Abstract
Background: Fecal testing (FIT) is an effective screening tool for colorectal cancer. If a FIT is abnormal, a follow-up colonoscopy is necessary to remove polyps or find cancers. Predicting which patients may be at risk for failing to follow-up on an abnormal fecal test could help identify patients in need of early interventions aimed at completing a colonoscopy. Using predictive analytics to determine who is unlikely to follow-up will allow health systems to tailor interventions and outreach.
Understanding the application of predictive analytics across health systems is imperative to providing appropriate care to distinct patient populations. Early interventions could decrease the disease burden if colorectal cancer is found at earlier stages. Methods: We compare two models created in two different settings. The models were created from data from FQHC’s and Logistic and Cox regressions to validate and redevelop a risk prediction model among a retrospective dataset of patients with abnormal FIT results. Results: The initial FQHC risk model included eight variables including race, clinic system, prior no-shows, insurance, prior flu shots, age, indication of anti-coagulation use, and income inequality. However, the model did not validate in a large similar health system in the Pacific Northwest. Risk factors for colonoscopy varied by county, clinics, regions, and patient populations.
Inner and outer setting variables, like referral workflows and access to colonoscopy, contributed to the likelihood of a patient completing their screening.

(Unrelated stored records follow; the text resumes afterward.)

def _join(g: Rows, placed: bool, need_tail: bool, need_front: bool) -> list[Rows]:
    """The front extension (before the first point, from 0 %, the fitted distribution shifted to meet it) when
    needed, the nodes in order and the spline; rows whose front falls below methane's boiling point or whose
    nodes do not rise are refused."""
    v, t = g.mv, g.mt
    tt, vv = [t, g.tx], [v, g.vx]
    if need_front:
        x_first = v[:, :1] / 100.0
        xs = np.linspace(0.0, x_first[:, 0], 12, axis=1)[:, :-1]
        ftx = riazi_temp_c(g.t0_k, g.fa, g.fb, xs) + t[:, :1] - riazi_temp_c(g.t0_k, g.fa, g.fb, x_first)
        tt.insert(0, ftx)
        vv.insert(0, 100.0 * xs)
        g.put(ftx=ftx)
    if placed:
        tt.insert(0, np.broadcast_to(g.front_t, (g.n, g.front_t.size)))
        vv.insert(0, g.front_v)
    T, V = np.concatenate(tt, axis=1), np.concatenate(vv, axis=1)
    g.put(T=T, V=V, le_pct=g.front_v[:, -1].copy() if placed else np.zeros(g.n))
    if need_front:
        g = g.fail(g.ftx[:, 0] < METHANE_NBP_C, lambda r: CurveError(
            f"the curve starts at {pct_text(g.mv[r, 0])} % and its fitted front reaches {g.ftx[r, 0]:.0f} °C, "
            f"below the boiling point of methane: give the initial boiling point (0 %) or a light-ends analysis"))
    g = g.fail(((g.T[:, 1:] - g.T[:, :-1]) <= 0).any(axis=1), lambda r: CurveError(
        "the curve's extension does not join the measured points monotonically; check the last points of the "
        "curve"))
    if g.n:
        v = g.mv
        d, front_free, tail_free = _measured_end_slopes(g.T, g.V, v.shape[1], g.tx.shape[1], need_front, need_tail)
        g.put(spline=Pchip(g.T, g.V, d), safe_lo=np.where(front_free, g.mlo, v[:, 1]) if need_front else g.mlo,
              safe_hi=np.where(tail_free, g.mhi, v[:, -2]) if need_tail else g.mhi)
    return [g]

The second model retained most predictors except for anti-coagulation use, and included new predictors like language, homeless status, prior screenings, and a comorbidity index. Conclusions: Application of a risk model helps tailor interventions to help patients complete the continuum of screening for colorectal cancer. However, health systems differ, and precision medicine is best applied when risk is understood in context and interventions are tailored for specific populations predictors.

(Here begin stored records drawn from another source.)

"""The assay workbook reader (the layout is in :mod:`assaycut.io.layout`)."""

from __future__ import annotations

import io
import math
import re
import zipfile

import numpy as np

from ..errors import InputError
from ..methods.blending_indices import RULES
from ..model.assay import Assay, CurveData, LightEnds, NarrowCuts
from ..model.lightends import find_component, known_labels
from ..studies.compatibility import IN_KEY, NUMBER_RANGE, SBN_KEY
from ..text import escape_hidden, has_hidden_characters
from ..units import api_to_sg, density15_to_sg, to_celsius
from .cells import (
    SourceLocation,
    cell_text,
    describe,
    gravity_from_inputs,
    parse_curve_rows,
    plain_value,
    read_bytes,
    to_number,
)
from .layout import (
    MAX_CELLS,
    MAX_COLUMNS,
    MAX_MEMBER_BYTES,
    MAX_NAME_CHARS,
    MAX_ROWS,
    MAX_SHARED_STRINGS,
    MAX_UNPACKED_BYTES,
    MAX_XML_SPECIALS,
    MAX_XML_TOKEN,
    METHODS,
    PCT_COLUMNS,
    SHEET_CRUDE,
    SHEET_CURVE,
    SHEET_CUTS,
    SHEET_LIGHT,
    SHEET_VACUUM,
    TEMP_COLUMNS,
    UNIT_SUFFIX,
)


def _check_archive(data: bytes, path: str) -> None:
    """The checks on the zip archive before openpyxl reads any of its XML: a zip with xl/workbook.xml, no two
    parts of one name, no part above :data:`MAX_MEMBER_BYTES` unpacked and all of them within
    :data:`MAX_UNPACKED_BYTES`, and each XML part within the token and shared-string bounds (:func:`_check_xml`)."""
    from openpyxl.xml import DEFUSEDXML

    if not DEFUSEDXML:
        raise InputError("defusedxml is not installed; assaycut refuses to read workbooks without it "
                         "(pip install defusedxml)", file=path)
    if not zipfile.is_zipfile(io.BytesIO(data)):
        raise InputError("not an .xlsx workbook (the file is not a zip archive); save the assay as Excel .xlsx",
                         file=path)
    try:
        z = zipfile.ZipFile(io.BytesIO(data))
    except zipfile.BadZipFile as exc:
        raise InputError(f"a damaged zip archive ({exc}); expected an .xlsx workbook", file=path) from None
    try:
        infos = z.infolist()
        names: set[str] = set()
        for info in infos:
            if info.filename in names:
                raise InputError(f"the zip archive holds two parts named {info.filename!r} (only one would be "
                                 f"read); the file is damaged or was altered: save it again from a spreadsheet "
                                 f"program", file=path)
            names.add(info.filename)
        if "xl/workbook.xml" not in names:
            raise InputError("a zip archive but not an .xlsx workbook (no xl/workbook.xml)", file=path)
        for info in infos:
            if info.file_size > MAX_MEMBER_BYTES:
                raise InputError(f"part {info.filename!r} of the workbook unpacks to {info.file_size / 1e6:.0f} "
                                 f"MB; assaycut reads parts up to {MAX_MEMBER_BYTES / 1e6:.0f} MB (real assay "
                                 f"workbooks hold well under 1 MB)", file=path)
        total = sum(i.file_size for i in infos)
        if total > MAX_UNPACKED_BYTES:
            raise InputError(f"the workbook unpacks to {total / 1e6:.0f} MB; assaycut reads workbooks up to "
                             f"{MAX_UNPACKED_BYTES / 1e6:.0f} MB unpacked", file=path)
        strings = 0
        for info in infos:
            if info.filename.lower().endswith((".xml", ".rels", ".vml")):
                try:
                    part = z.read(info)
                except (zipfile.BadZipFile, OSError, EOFError, ValueError) as exc:
                    raise InputError(f"part {info.filename!r} cannot be unpacked ({exc}); the file is damaged",
                                     file=path) from None
                strings = _check_xml(part, info.filename, path, strings)
    finally:
        z.close()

Citation Format: Amanda F. Petrik, Eric S. Johnson, Matthew Slaughter, Andreea Rawlings, Michael Leo, Jamie Thompson, Ricardo Jimenez, Gloria D. Coronado. The validation and redevelopment of a risk prediction model identifying patients unlikely to complete a colonoscopy following an abnormal FIT test in community clinics [abstract]. In: Proceedings of the AACR Virtual Conference: Thirteenth AACR Conference on the Science of Cancer Health Disparities in Racial/Ethnic Minorities and the Medically Underserved; 2020 Oct 2-4. Philadelphia (PA): AACR; Cancer Epidemiol Biomarkers Prev 2020;29(12 Suppl):Abstract nr PO-270.